Hallo.
Gestern flatterte mir die Kündigung meines Arbeitgebers wegen betriebsbedingt herein. Gleichzeitig schreibt er mir in einer Mail, dass er mich aber gerne weiterhin als freien Beschäftigen würde. War diesbezüglich schon beim Anwalt.
Es sind aber noch offene Posten aus dem Arbeitsverhältnis da wie folgt:
3,5 Monatsgehälter netto, die Sozialversicherungsbeiträge wurden aber abgeführt, es kam aber nicht zur Auszahlung auf mein Konto.
Desweiteren 3x 13.Gehälter, die vertraglich fest vereinbart wurden. Diese wurden nie ausgezahlt, weder die Sozialversicherungsbeiträge noch eine Netto-Auszahlung an mich.
Ich war heute beim Arbeitsamt (besser jetzt: Arbeitsagentur
und habe die Anträge zur Arbeitslosmeldung abgeholt und fülle diese gerade aus.
Unter dem Punkt 3f: „ich erhebe noch Ansprüche gegen einen ehemaligen Arbeitgeber“ weiss ich nun nicht, was ich eintragen soll und welchen Strick mir das Amt daraus dreht und vorerst keine Zahlung leistet, weil ja noch Posten offen sind.
Die 3,5 Monatsgehälter können ja wohl nicht angerechnet werden, weil diese für die Vergangenheit zustanden und so zu behandeln sind, als wären sie gezahlt, oder (Sozi-Beiträge abgeführt).
Jedoch sind die 3x 13. Gehälter noch komplett offen. Ich kann aber mit 100%iger Sicherheit sagen, dass der Arbeitgeber nicht in der Lage ist, mir das zu zahlen. Er befindet sich auch nicht in der Insolvenz, ist wohl auch nicht zu erwarten.

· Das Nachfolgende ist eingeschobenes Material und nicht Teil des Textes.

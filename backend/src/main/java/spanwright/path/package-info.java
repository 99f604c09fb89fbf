/**
 * From the wire to whoever is to be reached: bearings, hops, take-off windows, and the plain
 * vertical that placements are held against.
 *
 * <p>Units and frame: kilometres along the earth and degrees at the border (both said in the
 * names), radians inside; azimuth clockwise from true north, elevation up from the horizon;
 * e<sup>+j&omega;t</sup>.
 *
 * <p>Method: bearings and distances by the geodesics of the WGS 84 ellipsoid (Karney, Algorithms
 * for geodesics, J. Geodesy 87, 2013). Hops as straight rays to a mirror over a sphere of 6371 km,
 * for heights as a <em>range</em>, so that a target gets a window of elevations and not one angle;
 * the secant law bounds how steeply a frequency is turned back. The reference vertical carries a
 * sinusoidal current, and its far field is reflected by the soil with Fresnel's plane-wave
 * coefficients.
 *
 * <p>What it does not do: it predicts no ionosphere. It knows no hour, season or solar activity, no
 * absorption, no focusing, no ground wave and no tilted layers; it says which elevations are worth
 * having, not whether a path is open.
 *
 * <p>Front doors: {@link spanwright.path.TakeOff}, {@link spanwright.path.GreatCircle}, {@link
 * spanwright.path.ReferenceVertical}.
 */
package spanwright.path;
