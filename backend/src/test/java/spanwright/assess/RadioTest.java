package spanwright.assess;

import static org.junit.jupiter.api.Assertions.assertEquals;
import static org.junit.jupiter.api.Assertions.assertNull;
import static org.junit.jupiter.api.Assertions.assertTrue;

import java.util.List;
import org.apache.commons.math3.complex.Complex;
import org.junit.jupiter.api.Test;
import spanwright.clearance.State;
import spanwright.feed.FeedResult;
import spanwright.feed.Match;
import spanwright.feed.Verdict;
import spanwright.moments.AntennaModel;
import spanwright.moments.Ground;
import spanwright.moments.MeshAim;
import spanwright.moments.Solution;
import spanwright.moments.Solver;
import spanwright.moments.Vertex;
import spanwright.moments.WireSpec;
import spanwright.plan.Plan;

/** From a solution to the figures of a row, on a sloping wire whose pattern is lopsided. */
class RadioTest {
  private static final double PLAN_NORTH = 30;

  private static final String BRIEF =
      """
      "bands": [ { "name": "20 m", "frequencies": [14.0, 14.175, 14.35] } ],
      "targets": [ { "name": "Far", "bearing": 285, "distanceKm": 5600 },
                   { "name": "Near", "nearVerticalKm": 300 } ]
      """;

  private final Plan plan = Gardens.of("\"planNorth\": 30", "", BRIEF);
  private final List<Row> rows = Rows.of(plan);
  private final Solution solution =
      new Solver()
          .solve(
              AntennaModel.of(
                  List.of(
                      WireSpec.of(
                          List.of(new Vertex(0, 0, 3), new Vertex(6, 1, 10)), 0.001, 5.8e7)),
                  0,
                  0.4),
              Ground.perfect(),
              14.175,
              MeshAim.COARSE);

  private static FeedResult feed(double lineLossDb, Verdict line, Match match) {
    Complex fifty = new Complex(50, 0);
    return new FeedResult(
        1, lineLossDb, lineLossDb, fifty, 1, 100, 2, line, "the line's volts", match);
  }

  private static Match match(Verdict state, double lossDb) {
    return new Match(state, "the unit", null, lossDb, 1, 10, 1);
  }

  private Placement.BandResult row(Row row, FeedResult feed) {
    Radio.Far far = Radio.look(row, solution, GroundPlane.level(0));
    return new Radio(PLAN_NORTH).row(row, solution, far, feed);
  }

  private Placement.BandResult row(FeedResult feed) {
    return row(rows.get(1), feed);
  }

  /** Mean power over a window, by our own dense sum. */
  private double meanDbi(double fromDegrees, double toDegrees, double... azimuths) {
    double sum = 0;
    int steps = 400;
    for (double azimuth : azimuths) {
      for (int i = 0; i < steps; i++) {
        double up = fromDegrees + (toDegrees - fromDegrees) * (i + 0.5) / steps;
        double dbi = solution.gain(Math.toRadians(azimuth), Math.toRadians(up)).totalDbi();
        sum += Math.pow(10, dbi / 10);
      }
    }
    return 10 * Math.log10(sum / steps / azimuths.length);
  }

  @Test
  void a_target_gets_the_mean_power_over_its_window_toward_its_true_bearing_less_all_losses() {
    Placement.TargetResult far =
        row(feed(0.7, Verdict.CLEAR, match(Verdict.CLEAR, 0.4))).targets().get(0);
    double expected = meanDbi(far.window().get(0), far.window().get(1), 285 - PLAN_NORTH);
    assertEquals(expected - 1.1, far.deliveredDbi(), 0.03);
    double mirrored = meanDbi(far.window().get(0), far.window().get(1), 285 + PLAN_NORTH);
    assertTrue(Math.abs(mirrored - expected) > 0.3, "a slip in the bearing's sign would show");
  }

  @Test
  void near_vertical_cover_is_the_mean_over_all_azimuths_too() {
    Placement.TargetResult near =
        row(feed(0, Verdict.CLEAR, match(Verdict.CLEAR, 0))).targets().get(1);
    double[] round = new double[72];
    for (int i = 0; i < round.length; i++) {
      round[i] = 5.0 * i;
    }
    assertNull(near.bearing());
    assertEquals(
        meanDbi(near.window().get(0), near.window().get(1), round), near.deliveredDbi(), 0.03);
  }

  @Test
  void the_peak_is_told_from_true_north() {
    Placement.BandResult row = row(feed(0, Verdict.CLEAR, match(Verdict.CLEAR, 0)));
    double inPlan = Math.toDegrees(solution.peak().azimuth());
    assertEquals((inPlan + PLAN_NORTH + 360) % 360, row.peakAzimuth(), 0.051);
    assertTrue(row.peakAzimuth() >= 0 && row.peakAzimuth() < 360);
  }

  @Test
  void only_the_middle_frequency_carries_drawings() {
    FeedResult feed = feed(0, Verdict.CLEAR, match(Verdict.CLEAR, 0));
    assertEquals(Rows.ROSE, row(feed).rose().dbi().size());
    assertEquals(2, row(feed).profiles().size(), "one bearing and the peak");
    Placement.BandResult edge = row(rows.get(0), feed);
    assertNull(edge.rose());
    assertNull(edge.profiles());
  }

  @Test
  void volts_over_what_the_line_stands_make_the_matching_foul_with_the_lines_reason() {
    Placement.Matching matching = row(feed(0, Verdict.FOUL, match(Verdict.TIGHT, 0))).matching();
    assertEquals(State.FOUL, matching.state());
    assertEquals("the line's volts", matching.why());
    assertEquals("the unit", row(feed(0, Verdict.TIGHT, match(Verdict.TIGHT, 0))).matching().why());
  }

  @Test
  void a_loss_without_end_is_shown_as_a_finite_one() {
    Placement.BandResult row =
        row(
            feed(
                Double.POSITIVE_INFINITY,
                Verdict.CLEAR,
                match(Verdict.FOUL, Double.POSITIVE_INFINITY)));
    assertEquals(99, row.lineLossDb());
    assertEquals(Radio.NOTHING_DBI, row.targets().get(0).deliveredDbi());
  }
}
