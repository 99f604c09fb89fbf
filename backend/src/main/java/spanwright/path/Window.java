package spanwright.path;

/**
 * A take-off window: the range of elevations that reach a target by one layer in a number of hops.
 *
 * @param layer that turns the wave back
 * @param hops number, from 1
 * @param fromDegrees least elevation, 0 to 90
 * @param toDegrees greatest elevation, not less than {@code fromDegrees}
 */
public record Window(Layer layer, int hops, double fromDegrees, double toDegrees) {
  /** Elevations are taken at least this close together when a window is averaged [degrees]. */
  private static final double STEP_DEGREES = 1.0;

  public Window {
    if (!(fromDegrees >= 0 && toDegrees >= fromDegrees && toDegrees <= 90)) {
      throw new IllegalArgumentException(
          "A take-off window from "
              + fromDegrees
              + " to "
              + toDegrees
              + " degrees is none: it has to lie between 0 and 90 degrees, least first.");
    }
  }

  /**
   * Elevations to average over: the middles of equal steps of at most one degree, at least three,
   * so that the mean of the gains there (as power) is the mean over the window.
   */
  public double[] elevationsDegrees() {
    int count = Math.max(3, (int) Math.ceil((toDegrees - fromDegrees) / STEP_DEGREES));
    double[] elevations = new double[count];
    for (int k = 0; k < count; k++) {
      elevations[k] = fromDegrees + (toDegrees - fromDegrees) * (k + 0.5) / count;
    }
    return elevations;
  }
}
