package spanwright.path;

import java.util.Locale;
import org.apache.commons.math3.complex.Complex;

/**
 * How a plane wave is reflected by level soil: Fresnel's coefficients with the complex permittivity
 * &epsilon; = &epsilon;<sub>r</sub> &minus; j&sigma;/(&omega;&epsilon;<sub>0</sub>).
 *
 * <p>With &psi; the elevation and W = &radic;(&epsilon; &minus; cos&sup2;&psi;): vertical
 * (&epsilon; sin &psi; &minus; W)/(&epsilon; sin &psi; + W), which is +1 for a perfect conductor;
 * horizontal (sin &psi; &minus; W)/(sin &psi; + W), which is &minus;1 for it. (Jordan and Balmain,
 * Electromagnetic Waves and Radiating Systems, ch. 16; from memory.) Exact in the far zone above
 * the horizon; the surface wave is not in it.
 */
public final class Fresnel {
  /** Electric constant (CODATA 2018) [F/m]. */
  static final double ELECTRIC_CONSTANT = 8.8541878128e-12;

  private final Complex permittivity;
  private final double angularFrequency;
  private final double conductivity;

  private Fresnel(Complex permittivity, double angularFrequency, double conductivity) {
    this.permittivity = permittivity;
    this.angularFrequency = angularFrequency;
    this.conductivity = conductivity;
  }

  /**
   * A soil at a frequency.
   *
   * @param frequencyMHz over 0
   * @param permittivity relative, 1 or more
   * @param conductivity S/m, 0 or more
   */
  public static Fresnel of(double frequencyMHz, double permittivity, double conductivity) {
    if (!(frequencyMHz > 0 && frequencyMHz <= 1e6)) {
      throw new IllegalArgumentException(
          said("A frequency of %s MHz reflects nothing. Give megahertz over 0.", frequencyMHz));
    }
    if (!(permittivity >= 1 && permittivity <= 1e4)) {
      throw new IllegalArgumentException(
          said("A soil's relative permittivity is 1 to 10,000, not %s.", permittivity));
    }
    if (!(conductivity >= 0 && conductivity <= 1e12)) {
      throw new IllegalArgumentException(
          said("A soil's conductivity is 0 S/m or more, not %s.", conductivity));
    }
    double omega = 2e6 * Math.PI * frequencyMHz;
    Complex complex = new Complex(permittivity, -conductivity / (omega * ELECTRIC_CONSTANT));
    return new Fresnel(complex, omega, conductivity);
  }

  /** The soil's complex relative permittivity. */
  public Complex permittivity() {
    return permittivity;
  }

  /**
   * Coefficient for vertical polarisation.
   *
   * @param elevation radians, 0 to &pi;/2
   */
  public Complex vertical(double elevation) {
    Complex up = permittivity.multiply(Math.sin(elevation));
    Complex into = into(elevation);
    return up.subtract(into).divide(up.add(into));
  }

  /**
   * Coefficient for horizontal polarisation.
   *
   * @param elevation radians, 0 to &pi;/2
   */
  public Complex horizontal(double elevation) {
    Complex into = into(elevation);
    double up = Math.sin(elevation);
    return into.negate().add(up).divide(into.add(up));
  }

  /** Elevation of the least vertical coefficient, the pseudo-Brewster angle [radians]. */
  public double pseudoBrewster() {
    double golden = (Math.sqrt(5) - 1) / 2;
    double low = 0;
    double high = Math.PI / 2;
    while (high - low > 1e-10) {
      double left = high - golden * (high - low);
      double right = low + golden * (high - low);
      if (vertical(left).abs() < vertical(right).abs()) {
        high = right;
      } else {
        low = left;
      }
    }
    return (low + high) / 2;
  }

  /** Depth at which a wave in the soil has fallen to 1/e; infinite without conductivity [m]. */
  public double skinDepth() {
    if (conductivity == 0) {
      return Double.POSITIVE_INFINITY;
    }
    double decay = -permittivity.sqrt().getImaginary() * angularFrequency / 299_792_458.0;
    return 1 / decay;
  }

  private Complex into(double elevation) {
    double cos = Math.cos(elevation);
    return permittivity.subtract(cos * cos).sqrt();
  }

  private static String said(String form, double value) {
    return String.format(Locale.ROOT, form, value);
  }
}
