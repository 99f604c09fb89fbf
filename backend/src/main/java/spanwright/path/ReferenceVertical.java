package spanwright.path;

import org.apache.commons.math3.complex.Complex;

/**
 * The plain vertical that placements are held against: a quarter-wave wire standing on a perfect
 * ground screen, its far field reflected by the soil beyond.
 *
 * <p>Sinusoidal current I(z) = I<sub>0</sub> cos kz, z from 0 to &lambda;/4; input resistance half
 * of the half-wave dipole's 73.079 ohm, all of it radiated or taken by the soil's reflection. With
 * u = sin &psi; and F(u) = (e<sup>j&pi;u/2</sup> &minus; ju)/(1 &minus; u&sup2;), the field is cos
 * &psi; (F(u) + R<sub>v</sub> F(&minus;u)): the wire itself and its reflection (the space wave of
 * Recommendation ITU-R BS.705, from memory). A real screen of radials loses a little more.
 */
public final class ReferenceVertical {
  /** What stands for no field at all [dBi]. */
  public static final double NOTHING_DBI = -99;

  /** Half of the half-wave dipole by induced EMF (Orfanidis, Electromagnetic Waves) [ohm]. */
  static final double RESISTANCE = 73.0790 / 2;

  /** Impedance of free space (CODATA 2018) [ohm]. */
  private static final double FREE_SPACE = 376.730313668;

  private ReferenceVertical() {}

  /**
   * Gain over real soil.
   *
   * @param elevation radians, 0 to &pi;/2
   * @param frequencyMHz over 0
   * @param permittivity relative
   * @param conductivity S/m
   * @return dBi, not under {@link #NOTHING_DBI}
   */
  public static double gainDbi(
      double elevation, double frequencyMHz, double permittivity, double conductivity) {
    Fresnel soil = Fresnel.of(frequencyMHz, permittivity, conductivity);
    return decibels(power(elevation, soil.vertical(requireElevation(elevation))));
  }

  /** Gain over a perfect conductor without end, dBi; 5.16 at the horizon. */
  public static double perfectGainDbi(double elevation) {
    return decibels(power(requireElevation(elevation), Complex.ONE));
  }

  /**
   * Mean over a take-off window, taken as power.
   *
   * @param window elevations
   * @param frequencyMHz over 0
   * @param permittivity relative
   * @param conductivity S/m
   * @return dBi
   */
  public static double meanDbi(
      Window window, double frequencyMHz, double permittivity, double conductivity) {
    Fresnel soil = Fresnel.of(frequencyMHz, permittivity, conductivity);
    double sum = 0;
    double[] elevations = window.elevationsDegrees();
    for (double degrees : elevations) {
      double elevation = Math.toRadians(degrees);
      sum += power(elevation, soil.vertical(elevation));
    }
    return decibels(sum / elevations.length);
  }

  private static double power(double elevation, Complex reflection) {
    double u = Math.sin(elevation);
    double cos = Math.cos(elevation);
    if (cos < 1e-6) {
      return 0; // straight up, where F stays finite and the cosine takes all
    }
    // cos ψ F(u): real part cos(πu/2), imaginary part sin(πu/2) − u, over cos ψ
    double re = Math.cos(Math.PI * u / 2) / cos;
    double im = (Math.sin(Math.PI * u / 2) - u) / cos;
    Complex field = new Complex(re, im).add(reflection.multiply(new Complex(re, -im)));
    double size = field.abs();
    return FREE_SPACE * size * size / (4 * Math.PI * RESISTANCE);
  }

  private static double decibels(double power) {
    return power > 0 ? Math.max(NOTHING_DBI, 10 * Math.log10(power)) : NOTHING_DBI;
  }

  private static double requireElevation(double elevation) {
    if (!(elevation >= 0 && elevation <= Math.PI / 2 + 1e-12)) {
      throw new IllegalArgumentException(
          "An elevation of " + elevation + " rad is outside 0 to half pi: look above the horizon.");
    }
    return elevation;
  }
}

Kann mir das Amt jetzt eine Sperre setzen? Meine Frau arbeitet nicht, weil wir letzten Monat ein Kind bekommen haben und die Raten für das Eigenheim sind auch nicht ohne, bin also dringend zunächst einmal auf ALG angewiesen, bis ich was Neues finde.
Will aus taktischen Gründen erstmal nicht das Amt fragen, sondern hier um Hilfe bitten.